[WORK ITEM]:
Only one stretch of the data below is needed. Output the lines from the one with "bs1377-2 (default for" up to and including the one with "[clock,] depth_mm (at", exactly as they stand.
☆ ☆ ☆ ☆
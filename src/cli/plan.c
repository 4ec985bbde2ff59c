/* plan.c - `sedgrade plan`: when to sample with the pipette or read the
 * hydrometer at a temperature, particle density and depth, printed as CSV. */
#include <getopt.h>
#include <stdio.h>
#include <stdlib.h>
#include <string.h>

#include "cli/cli.h"
#include "sedgrade/date.h"
#include "sedgrade/plan.h"
#include "sedgrade/qc.h"
#include "sedgrade/record.h"
#include "sedgrade/reduce.h"
#if defined(__has_include)
#if __has_include("sedgrade/calibio.h")
#include "sedgrade/calibio.h"
#define SG_PLAN_HAVE_CALIBIO 1
#endif
#endif

#define PLAN_MAX_SIZES 64
/* Sizes sampled by default: 20, 6 and 2 um, the medium-silt / fine-silt /
 * clay boundaries of the BS 1377-2 pipette (METHODS.md 4.1, from memory). */
static const double default_sizes_mm[] = {0.02, 0.006, 0.002};
/* BS 1377-2 pipette sampling depth, mm (METHODS.md 4.1, derived from the
 * sheet's 0.05221 constant). */
#define PLAN_DEFAULT_DEPTH_MM 100.0

/* Option ranges: generous physical bounds, the core checks the rest. */
#define PLAN_TEMP_MIN_C 0.0
#define PLAN_TEMP_MAX_C 40.0
#define PLAN_GS_MIN 1.5
#define PLAN_GS_MAX 5.0
#define PLAN_DEPTH_MIN_MM 1.0
#define PLAN_DEPTH_MAX_MM 1000.0
#define PLAN_SIZE_MIN_MM 1e-6
#define PLAN_SIZE_MAX_MM 2.0 /* sedimentation sizes lie well below the 2 mm sand/gravel boundary */
#define PLAN_SLOPE_MAX_MM 100.0
#define PLAN_SCALE_LIMIT 2000.0

static const char plan_help[] =
    "usage: sedgrade plan --method hydrometer|pipette --temp-c T --gs G [OPTIONS]\n"
    "\n"
    "When to sample (pipette) or read (hydrometer) so that target Stokes diameters\n"
    "are caught, at suspension temperature T (C) and particle density G (Mg/m3).\n"
    "Prints CSV to stdout.\n"
    "\n"
    "  --method M               pipette or hydrometer (required)\n"
    "  --temp-c T               suspension temperature, C, 0-40 (required)\n"
    "  --gs G                   particle density, Mg/m3, 1.5-5 (required)\n"
    "  --sizes-mm D1,D2,...     target diameters, mm (default 0.02,0.006,0.002)\n"
    "  --start HH:MM            start of sedimentation: adds clock times (hh:mm:ss,\n"
    "                           '+1d' when the next day)\n"
    "  --standard NAME          astm-d7928, bs1377-2 or iso17892-4: that standard's\n"
    "                           liquid density term (default: exact physics,\n"
    "                           rho_s - rho_w(T)); also picks the reading series\n"
    "pipette:\n"
    "  --depth-mm H             sampling depth, mm (default 100)\n"
    "hydrometer:\n"
    "  --series NAME            reading times: astm-d7928 (default), astm-d422 or\n"
    "                           bs1377-2 (default for --standard bs1377-2)\n"
    "  --list-series            print the built-in reading series and exit\n"
    "  --depth-line A,B         effective depth A mm at reading 0, B mm per reading unit\n"
    "  --meniscus C             meniscus correction, reading units (default 0)\n"
    "  --hydrometer ID --date YYYY-MM-DD [--cylinder ID] [--calibration DIR]\n"
    "                           take the depth line, meniscus correction and scale\n"
    "                           from the register entry in force on that date\n"
    "  --scale-min R --scale-max R   readings at the ends of the stem\n"
    "  -h, --help               this help\n"
    "\n"
    "pipette columns: diameter_mm, elapsed_min, elapsed_hms, [clock,] depth_mm,\n"
    "  reynolds, note.\n"
    "hydrometer columns: row (reading: a time of the series; target: a diameter),\n"
    "  diameter_mm, elapsed_min, elapsed_hms, [clock,] depth_mm (at mid-scale),\n"
    "  diameter_small_mm and diameter_large_mm (what the reading can represent from\n"
    "  the top to the bottom of the scale), elapsed_early_min and elapsed_late_min\n"
    "  (when the target reaches the shallowest and deepest effective depth),\n"
    "  [clock_early, clock_late,] reynolds, note.\n"
    "The reading series are recalled, not copied from the standards: check them\n"
    "against your copy. Stokes' law holds for particle Reynolds numbers below about\n"
    "0.2 and sizes above about 0.2 um; the note column says when a row is outside.\n"
    "\n"
    "exit status: 0 ok; 2 bad input or usage; 3 I/O failure.\n";
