/* main.c - the sedgrade program: dispatches to a subcommand. */
#include <errno.h>
#include <gsl/gsl_errno.h>
#include <math.h>
#include <stdarg.h>
#include <stdio.h>
#include <stdlib.h>
#include <string.h>
#include <strings.h>

#include "cli/cli.h"
#include "sedgrade/plot.h"

#ifndef SG_VERSION
#define SG_VERSION "0.0.0"
#endif

static const char usage[] =
    "usage: sedgrade COMMAND [OPTIONS] [FILE...]\n"
    "\n"
    "Reduces sedimentation (hydrometer or pipette) and sieve tests of soils into\n"
    "grading curves, D-values, size fractions and classes.\n"
    "\n"
    "commands:\n"
    "  reduce FILE|DIR...   reduce test records into grading results (default output ./out)\n"
    "  check FILE|DIR...    validate test records: every problem listed, nothing written\n"
    "  plan ...             reading or pipette sampling schedule for target diameters\n"
    "  cal ...              the instrument calibration register (show, fit, add, status, impact)\n"
    "\n"
    "  sedgrade COMMAND --help   options of a command\n"
    "  sedgrade --version        version\n"
    "\n"
    "exit status: 0 all good; 1 results written but a test failed a QC rule;\n"
    "2 bad input or usage; 3 I/O failure.\n";

void sg_cli_report(const char *file, const struct sg_error *err)
{
    if (file != NULL && err->line > 0)
        fprintf(stderr, "sedgrade: %s:%u:%u: %s\n", file, err->line, err->col ? err->col : 1, err->msg);
    else if (file != NULL)
        fprintf(stderr, "sedgrade: %s: %s\n", file, err->msg);
    else
        fprintf(stderr, "sedgrade: %s\n", err->msg);
}

void sg_cli_errorf(const char *fmt, ...)
{
    va_list ap;
    va_start(ap, fmt);
    fputs("sedgrade: ", stderr);
    vfprintf(stderr, fmt, ap);
    fputc('\n', stderr);
    va_end(ap);
}

bool sg_cli_is_record_name(const char *name)
{
    const size_t n = strlen(name);
    return n > 4 && strcasecmp(name + n - 4, ".csv") == 0;
}

int sg_cli_exit_for(enum sg_status st)
{
    switch (st) {
    case SG_OK: return SG_EXIT_OK;
    case SG_EIO: return SG_EXIT_IO;
    default: return SG_EXIT_INPUT;
    }
}

bool sg_cli_parse_double(const char *opt, const char *text, double min, double max, double *out)
{
    char *end = NULL;
    errno = 0;
    const double v = strtod(text, &end);
    if (text[0] == '\0' || end == text || *end != '\0' || errno == ERANGE || !isfinite(v)) {
        sg_cli_errorf("option %s: '%s' is not a number", opt, text);
        return false;
    }
    if (v < min || v > max) {
        sg_cli_errorf("option %s: %g is outside %g-%g", opt, v, min, max);
        return false;
    }
    *out = v;
    return true;
}

bool sg_cli_parse_size(const char *opt, const char *text, size_t min, size_t max, size_t *out)
{
    char *end = NULL;
    errno = 0;
    const unsigned long long v = strtoull(text, &end, 10);
    if (text[0] == '\0' || text[0] == '-' || end == text || *end != '\0' || errno == ERANGE) {
        sg_cli_errorf("option %s: '%s' is not a whole number", opt, text);
        return false;
    }
    if (v < min || v > max) {
        sg_cli_errorf("option %s: %llu is outside %zu-%zu", opt, v, min, max);
        return false;
    }
    *out = (size_t)v;
    return true;
}

int main(int argc, char **argv)
{
    gsl_set_error_handler_off();
    if (argc < 2) {
        fputs(usage, stderr);
        return SG_EXIT_INPUT;
    }
    const char *cmd = argv[1];
    if (strcmp(cmd, "--help") == 0 || strcmp(cmd, "-h") == 0 || strcmp(cmd, "help") == 0) {
        fputs(usage, stdout);
        return SG_EXIT_OK;
    }
    if (strcmp(cmd, "--version") == 0 || strcmp(cmd, "-V") == 0) {
        printf("sedgrade %s\n", SG_VERSION);
        return SG_EXIT_OK;
    }
    if (strcmp(cmd, "reduce") == 0) {
        const int rc = sg_cli_reduce(argc - 1, argv + 1);
        sg_plot_cleanup(); /* cairo's and fontconfig's caches: leak checkers stay quiet */
        return rc;
    }
    if (strcmp(cmd, "check") == 0)
        return sg_cli_check(argc - 1, argv + 1);
    if (strcmp(cmd, "plan") == 0)
        return sg_cli_plan(argc - 1, argv + 1);
    if (strcmp(cmd, "cal") == 0) {
        const int rc = sg_cli_cal(argc - 1, argv + 1);
        sg_plot_cleanup();
        return rc;
    }
    sg_cli_errorf("'%s' is not a command (see 'sedgrade --help')", cmd);
    return SG_EXIT_INPUT;
}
☆ ☆ ☆ ☆
[RESPONSE AREA]:
    "                           bs1377-2 (default for --standard bs1377-2)\n"
    "  --list-series            print the built-in reading series and exit\n"
    "  --depth-line A,B         effective depth A mm at reading 0, B mm per reading unit\n"
    "  --meniscus C             meniscus correction, reading units (default 0)\n"
    "  --hydrometer ID --date YYYY-MM-DD [--cylinder ID] [--calibration DIR]\n"
    "                           take the depth line, meniscus correction and scale\n"
    "                           from the register entry in force on that date\n"
    "  --scale-min R --scale-max R   readings at the ends of the stem\n"
    "  -h, --help               this help\n"
    "\n"
    "pipette columns: diameter_mm, elapsed_min, elapsed_hms, [clock,] depth_mm,\n"
    "  reynolds, note.\n"
    "hydrometer columns: row (reading: a time of the series; target: a diameter),\n"
    "  diameter_mm, elapsed_min, elapsed_hms, [clock,] depth_mm (at mid-scale),\n"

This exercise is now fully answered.